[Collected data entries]
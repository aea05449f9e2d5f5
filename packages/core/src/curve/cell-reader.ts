import { type DecimalMark, decimalIn, isMinus } from "../ground/decimal.js";
import { quoted } from "../ground/quoted.js";
import { levelValue, typedQuantity } from "../ground/typed-quantity.js";
import { readUnit, type UnitKind, type UnitProblem, type UnitReading } from "../ground/unit.js";
import { curveRange } from "./curve-range.js";
import { refusal } from "./refusal.js";
import { relativeUncertainty, uncertaintyScale } from "./relative-uncertainty.js";

/** Reads the cells [from, to) of one text; each reading refuses with the line, the cell and what was expected. */
export interface CellReader {
  /** Hz. */
  frequency(from: number, to: number, given: UnitReading | undefined, line: number): number;
  /** Amplitude density; all of one text must be of one quantity, that of the first. */
  density(from: number, to: number, given: UnitReading | undefined, line: number): number;
  /** Relative standard uncertainty of the density, NaN for an empty cell or a dash. Densities come first. */
  uncertainty(from: number, to: number, given: UnitReading | undefined, line: number): number;
  /** Relative effect of a common error on the density; may be zero or negative. */
  common(from: number, to: number, given: UnitReading | undefined, line: number): number;
  /** The quantity of the densities read so far. */
  quantity(): DensityQuantity | undefined;
}

export interface DensityQuantity {
  readonly signal: string;
  readonly kind: UnitKind;
  readonly line: number;
}

const headingHint =
  'write the unit in the cell, or a heading such as "frequency [Hz], density [nV/√Hz]" above the rows';

export function cellReader(text: string, mark: DecimalMark): CellReader {
  const remembered = new Map<string, UnitReading | UnitProblem>();
  const reader = (written: string): UnitReading | UnitProblem => {
    const known = remembered.get(written);
    if (known !== undefined) return known;
    const read = readUnit(written);
    remembered.set(written, read);
    return read;
  };
  let quantity: DensityQuantity | undefined;

  const typed = (from: number, to: number, given: UnitReading | undefined, line: number, expected: string) => {
    const cell = text.slice(from, to);
    const found = typedQuantity(cell, given, mark, reader);
    if (!("problem" in found)) return found;
    const hint = found.problem.endsWith("has no unit") ? `; ${headingHint}` : "";
    throw refusal(line, `expected ${expected}, but ${cell === "" ? "the cell is empty" : found.problem}${hint}`);
  };
  const checked = (value: number, from: number, to: number, line: number, expected: string): number => {
    if (value >= curveRange[0] && value <= curveRange[1]) return value;
    throw refusal(line, `expected ${expected}, above zero and finite, got ${quoted(text.slice(from, to))}`);
  };
  const settle = (unit: UnitReading, from: number, to: number, line: number): void => {
    if (unit.kind === "signal") {
      const shown = `${quoted(text.slice(from, to))} is in ${unit.unit}`;
      throw refusal(line, `expected ${aDensity}, but ${shown}, which is no density; did you mean ${unit.unit}/√Hz?`);
    }
    quantity ??= { signal: unit.signal, kind: unit.kind, line };
    if (quantity.signal === unit.signal && quantity.kind === unit.kind) return;
    throw refusal(
      line,
      `expected a density of the same quantity as on line ${quantity.line}, got ${quoted(text.slice(from, to))}, which is in ${unit.unit}`,
    );
  };

  return {
    quantity: () => quantity,
    frequency(from, to, given, line) {
      const plain = given === undefined ? Number.NaN : decimalIn(text, from, to, mark, given.exponent);
      if (plain >= curveRange[0] && plain <= curveRange[1]) return plain;
      const { value, unit } = typed(from, to, given, line, aFrequency);
      if (unit.unit !== "Hz")
        throw refusal(line, `expected ${aFrequency}, but ${quoted(text.slice(from, to))} is in ${unit.unit}`);
      return checked(value, from, to, line, aFrequency);
    },
    density(from, to, given, line) {
      const plain = given === undefined ? Number.NaN : plainDensity(text, from, to, mark, given);
      if (given !== undefined && plain > 0) {
        settle(given, from, to, line);
        return checked(amplitude(plain, given), from, to, line, aDensity);
      }
      const { value, unit } = typed(from, to, given, line, aDensity);
      settle(unit, from, to, line);
      return checked(amplitude(value, unit), from, to, line, aDensity);
    },
    uncertainty(from, to, given, line) {
      if (to === from || (to === from + 1 && isMinus(text.charCodeAt(from)))) return Number.NaN;
      const found = relativeUncertainty(text.slice(from, to), given, quantity?.kind ?? "density", mark, reader);
      if ("problem" in found) throw refusal(line, `expected ${anUncertainty}, but ${found.problem}`);
      if (found.value > 0 && found.value <= 1) return found.value;
      throw refusal(line, `expected ${anUncertainty}, above 0 and at most 100 %, got ${quoted(text.slice(from, to))}`);
    },
    common(from, to, given, line) {
      const { value, unit } = typed(from, to, given, line, "an effect of a common error such as 1.5 %");
      const scale = uncertaintyScale(unit, quantity?.kind ?? "density");
      if (scale !== undefined && Number.isFinite(value)) return scale * value;
      throw refusal(line, `expected an effect of a common error such as 1.5 %, got ${quoted(text.slice(from, to))}`);
    },
  };
}

const aFrequency = "a frequency such as 1.2 kHz";
const aDensity = "a density such as 85 nV/√Hz";
const anUncertainty = "an uncertainty such as 5 % or 0.4 dB";

function plainDensity(text: string, from: number, to: number, mark: DecimalMark, given: UnitReading): number {
  if (!given.isLevel) return decimalIn(text, from, to, mark, given.exponent);
  return levelValue(decimalIn(text, from, to, mark, 0), given);
}

function amplitude(value: number, { kind }: UnitReading): number {
  return kind === "powerDensity" ? Math.sqrt(value) : value;
}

### Aim of the exercise
Working down from the line that contains "frequency such as", retype each line exactly through the last line of the data, and give nothing else.

### Response below
const aFrequency = "a frequency such as 1.2 kHz";
const aDensity = "a density such as 85 nV/√Hz";
const anUncertainty = "an uncertainty such as 5 % or 0.4 dB";

function plainDensity(text: string, from: number, to: number, mark: DecimalMark, given: UnitReading): number {
  if (!given.isLevel) return decimalIn(text, from, to, mark, given.exponent);
  return levelValue(decimalIn(text, from, to, mark, 0), given);
}

function amplitude(value: number, { kind }: UnitReading): number {
  return kind === "powerDensity" ? Math.sqrt(value) : value;
}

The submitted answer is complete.